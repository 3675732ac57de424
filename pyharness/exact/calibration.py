"""Stage 1: raw counts to calibrated counts."""

from __future__ import annotations

from pyharness.exact.constants import (
    MRD_S_GYRO_MISSING,
    MRD_S_GYRO_RANGE,
    MRD_S_MAG_RANGE,
    MRD_S_SAMPLE_MISSING,
)
from pyharness.exact.num import INT16_MAX, Record, Vector, bit, clamp, exceeds, flag, round_shift
from pyharness.exact.ranges import check3

ZERO = (0, 0, 0)


def calibrate_sensor(sensor: Record, raw: Vector) -> tuple[Vector, bool]:
    """Matrix and offset on the raw counts of one sensor.

    Returns the clamped counts and whether out of range.
    """
    greatest = sensor["limit"] - 1
    if exceeds(raw, greatest):
        return ZERO, True
    # No change to numbers; it tells every element's bound to a type that cannot draw it from the test above.
    rx, ry, rz = clamp(raw[0], greatest), clamp(raw[1], greatest), clamp(raw[2], greatest)
    xx, xy, xz, yx, yy, yz, zx, zy, zz = sensor["matrix"]
    ox, oy, oz = sensor["offset"]
    shift = sensor["shift"]
    sx, sy, sz = check3("calibration.sum", (
        xx * rx + xy * ry + xz * rz,
        yx * rx + yy * ry + yz * rz,
        zx * rx + zy * ry + zz * rz,
    ))
    values = check3("calibration.value", (
        round_shift(sx, shift) - ox,
        round_shift(sy, shift) - oy,
        round_shift(sz, shift) - oz,
    ))
    x, y, z = values
    return (clamp(x, INT16_MAX), clamp(y, INT16_MAX), clamp(z, INT16_MAX)), exceeds(values, INT16_MAX)


def calibrate(config: Record, inputs: Record) -> tuple[Record, int]:
    """Both sensors of a path. Returns the trace's part and the status bits. Saturates and says so."""
    field = rate = ZERO
    rate_valid = 0
    if inputs["mag_valid"]:
        field, out_of_range = calibrate_sensor(config["mag"], inputs["mag_raw"])
        status = bit(out_of_range, MRD_S_MAG_RANGE)
    else:
        status = 1 << MRD_S_SAMPLE_MISSING
    if config["gyro_fitted"]:
        if inputs["gyro_valid"]:
            rate, out_of_range = calibrate_sensor(config["gyro"], inputs["gyro_raw"])
            rate_valid = flag(not out_of_range)
            status |= bit(out_of_range, MRD_S_GYRO_RANGE)
        else:
            status |= 1 << MRD_S_GYRO_MISSING
    return {
        "field": check3("calibration.field", field),
        "rate": check3("calibration.rate", rate),
        "rate_valid": rate_valid,
    }, status
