"""Stage 8: do gyro and field tell of the same turn? In the body a field at rest changes by -w x B."""

from __future__ import annotations

from pyharness.exact.ballot import vote
from pyharness.exact.constants import MRD_S_DERIVATIVE_CLAMPED, MRD_S_GYRO_DISAGREES
from pyharness.exact.law import cross_product
from pyharness.exact.num import Record, Vector, bit, exceeds, largest, round_shift
from pyharness.exact.ranges import check, check3


def midpoint(a: Vector, b: Vector) -> Vector:
    """The mean of two vectors of counts, halves away from zero."""
    (ax, ay, az), (bx, by, bz) = a, b
    return round_shift(ax + bx, 1), round_shift(ay + by, 1), round_shift(az + bz, 1)


def residual_of(config: Record, derivative: Vector, mean_rate: Vector, mean_field: Vector) -> Vector:
    """Derivative plus w x B in field counts a period: what the turn does not explain."""
    mantissa, shift = config["agree_mantissa"], 16 + config["agree_shift"]
    cx, cy, cz = cross_product(mean_rate, mean_field)
    px, py, pz = check3("agreement.product", (cx * mantissa, cy * mantissa, cz * mantissa))
    x, y, z = derivative
    return check3("agreement.residual", (
        x + round_shift(px, shift),
        y + round_shift(py, shift),
        z + round_shift(pz, shift),
    ))


def comparable(state: Record, config: Record, rate_valid: int, derivative: Record, status: int) -> bool:
    """Whether there are two rates and a derivative to compare, however fast the turn."""
    return bool(
        config["agree_limit"] and rate_valid and state["rate_known"] and derivative["valid"]
        and not status >> MRD_S_DERIVATIVE_CLAMPED & 1)


def agree(
    state: Record, config: Record, calibration: Record, derivative: Record, status: int,
) -> tuple[Record, Record, int]:
    """The comparison, from the state as it was before this cycle's derivative.

    Returns the trace's part, what the state keeps, and the status bits.
    """
    if not config["gyro_fitted"]:
        return {"judged": 0, "residual": (0, 0, 0)}, {}, 0
    rate, rate_valid = calibration["rate"], calibration["rate_valid"]
    judged, residual, ballot = 0, (0, 0, 0), state["agreement"]
    if comparable(state, config, rate_valid, derivative, status):
        mean_rate = check3("agreement.mean_rate", midpoint(rate, state["rate"]))
        if not exceeds(mean_rate, config["agree_rate_max"]):
            mean_field = check3("agreement.mean_field", midpoint(calibration["field"], state["field"]))
            judged = 1
            residual = residual_of(config, derivative["derivative"], mean_rate, mean_field)
            allowed = check(
                "agreement.allowed", config["agree_limit"] + (largest(derivative["derivative"]) >> 3))
            ballot = vote(ballot, exceeds(residual, allowed))
    kept = {"rate": rate, "rate_known": rate_valid, "agreement": ballot}
    return {"judged": judged, "residual": residual}, kept, bit(ballot["tripped"], MRD_S_GYRO_DISAGREES)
=-=-=
**WORK TO BE COMPLETED:**
Using only the listing above, restate exactly the lines from the line containing "and not status" through the line containing "this cycle's derivative.", both included.

**WRITTEN SOLUTION:**
        and not status >> MRD_S_DERIVATIVE_CLAMPED & 1)


def agree(
    state: Record, config: Record, calibration: Record, derivative: Record, status: int,
) -> tuple[Record, Record, int]:
    """The comparison, from the state as it was before this cycle's derivative.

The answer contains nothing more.